Specifically, MFP calculates your TDEE if you do NO exercise (and based on how sedentary or not you tell it you are outside of intentional exercise) and then subtracts an amount based on how fast you tell it you want to lose. The max in kilograms is 1/week, so most women who say they are sedentary or even lightly active will end up at 1200. But the trick is that 1 kg is an aggressive rate of loss that might not be realistic, and that you are supposed to add exercise back in when you do it (unless you have MFP linked to an activity tracker).

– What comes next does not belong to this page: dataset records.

//! Reading a journal from its head: which blocks stand, and where the torn tail begins.

use super::frame::{HEAD, HEADER, Header, MAGIC};
use crate::course::Phase;
use crate::engine::trail::Digest;
use crate::engine::{Mark, Stood};
use sha2::{Digest as _, Sha256};
use std::collections::BTreeMap;
use std::fs::File;
use std::io;
use std::os::unix::fs::FileExt;

/// Blocks by point and chain.
pub type Shelf = BTreeMap<(usize, usize), Vec<Stood>>;
/// By point and chain, the digest of the frozen part that was written last, and where it is.
pub type Frozen = BTreeMap<(usize, usize), (Digest, Mark)>;

/// What stands in a journal.
#[derive(Default)]
pub struct Scan {
    pub shelf: Shelf,
    pub frozen: Frozen,
    /// Where the last whole frame ends.
    pub end: u64,
}

/// What was cut off a journal when it was opened.
#[derive(Debug, Clone, Copy, PartialEq, Eq)]
pub struct Cut {
    /// Where the first frame begins that is not whole.
    pub at: u64,
    pub bytes: u64,
    /// Frames behind it: none after a kill, which leaves a torn tail.
    pub behind: u64,
}

/// Why frames could not be read.
pub enum Broken {
    Io(io::Error),
    /// Whole frames that no run of this program leaves.
    Order(String),
}

impl From<io::Error> for Broken {
    fn from(fault: io::Error) -> Broken {
        Broken::Io(fault)
    }
}

/// Reads all whole frames after the head. Bytes from the first frame that is not whole are the torn tail:
/// blocks behind it, if any, are computed again. Nothing is allocated by a count that the file holds.
pub fn scan(file: &File, length: u64) -> Result<Scan, Broken> {
    let (mut shelf, mut frozen) = (Shelf::new(), Frozen::new());
    let mut end = HEAD as u64;
    let mut buffer = vec![0; 1 << 18];
    while let Some(header) = frame_at(file, end, length, &mut buffer)? {
        shelve(&mut shelf, &mut frozen, &header, end)?;
        end += header.frame().expect("held against the length of the file");
    }
    Ok(Scan { shelf, frozen, end })
}

/// The header of the whole frame at an offset, all its bytes held against their digests.
fn frame_at(file: &File, at: u64, length: u64, buffer: &mut [u8]) -> io::Result<Option<Header>> {
    if length.saturating_sub(at) < HEADER as u64 {
        return Ok(None);
    }
    let mut bytes = [0; HEADER];
    file.read_exact_at(&mut bytes, at)?;
    let Some(header) = Header::read(&bytes) else {
        return Ok(None);
    };
    let (Some(payload), Some(frame)) = (header.payload(), header.frame()) else {
        return Ok(None);
    };
    if frame > length - at {
        return Ok(None);
    }
    let mut from = at + HEADER as u64;
    let mut parts = vec![(payload, header.draws_digest)];
    if header.frozen_here {
        parts.push((u64::from(header.frozen), header.state_hash.frozen));
    }
    if header.kept {
        parts.push((u64::from(header.moving), header.state_hash.moving));
    }
    for (size, digest) in parts {
        if hash_of(file, from, size, buffer)? != digest {
            return Ok(None);
        }
        from += size;
    }
    Ok(Some(header))
}

/// What is to be cut off from the end of the whole frames on, if anything.
pub fn cut(file: &File, at: u64, length: u64) -> io::Result<Option<Cut>> {
    let bytes = length.saturating_sub(at);
    let cut = |behind| Cut { at, bytes, behind };
    (bytes > 0)
        .then(|| behind(file, at, length).map(cut))
        .transpose()
}

/// Counts the frames behind the one at an offset, which is not whole, by their headers.
fn behind(file: &File, broken: u64, length: u64) -> io::Result<u64> {
    let mut count = 0;
    let mut at = broken;
    let mut window = vec![0; 1 << 18];
    while length.saturating_sub(at) >= HEADER as u64 {
        let piece = (length - at).min(window.len() as u64) as usize;
        file.read_exact_at(&mut window[..piece], at)?;
        let found = window[..piece]
            .windows(HEADER)
            .enumerate()
            .find_map(|(skip, bytes)| {
                let header = bytes
                    .starts_with(MAGIC)
                    .then(|| Header::read(bytes.try_into().ok()?))??;
                let frame = header.frame()?;
                let from = at + skip as u64;
                (frame <= length - from).then_some((from, frame))
            });
        match found {
            Some((from, frame)) => {
                count += u64::from(from > broken);
                at = from + frame;
            }
            // The last bytes of this window may begin a header.
            None => at += (piece - HEADER + 1) as u64,
        }
    }
    Ok(count)
}

fn hash_of(file: &File, mut from: u64, size: u64, buffer: &mut [u8]) -> io::Result<[u8; 32]> {
    let mut hash = Sha256::new();
    let end = from + size;
    while from < end {
        let piece = (end - from).min(buffer.len() as u64) as usize;
        file.read_exact_at(&mut buffer[..piece], from)?;
        hash.update(&buffer[..piece]);
        from += piece as u64;
    }
    Ok(hash.finalize().into())
}

/// Puts the block of a frame on its shelf.
fn shelve(shelf: &mut Shelf, frozen: &mut Frozen, header: &Header, at: u64) -> Result<(), Broken> {
    let key = (header.point as usize, header.chain as usize);
    let blocks = shelf.entry(key).or_default();
    let before = blocks.last();
    let broken = |what: &str| {
        Broken::Order(format!(
            "point {}, chain {}: block {} {what}",
            key.0 + 1,
            key.1 + 1,
            header.number
        ))
    };
    if header.number != blocks.len() as u64 + 1 {
        return Err(broken("does not follow the one before it"));
    }
    if header.phase == Phase::BurnIn && before.is_some_and(|b| b.phase == Phase::Draws) {
        return Err(broken("is burn-in after draws"));
    }
    if header.frozen_here {
        frozen.insert(key, (header.state_hash.frozen, Mark(at)));
    }
    let written = match frozen.get(&key) {
        _ if !header.kept => Mark(at),
        Some((digest, mark)) if *digest == header.state_hash.frozen => *mark,
        _ => return Err(broken("lacks the frozen part of its state")),
    };
    blocks.push(header.stood(Mark(at), written));
    Ok(())
}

The TDEE calculators all work a bit differently, but they will be higher than your base MFP (and should be the same as MFP on average when exercise is added back), since they will include planned exercise upfront. The other possible difference is they often have you choose a percent deficit (like 10 or 20% of total maintenance cals) or else a flat amount like 500 (1 lb/week), which are nearly always less than what people choose on MFP when they choose the maximum.
If you include exercise on MFP AND choose the same rate of loss, the two numbers should be close.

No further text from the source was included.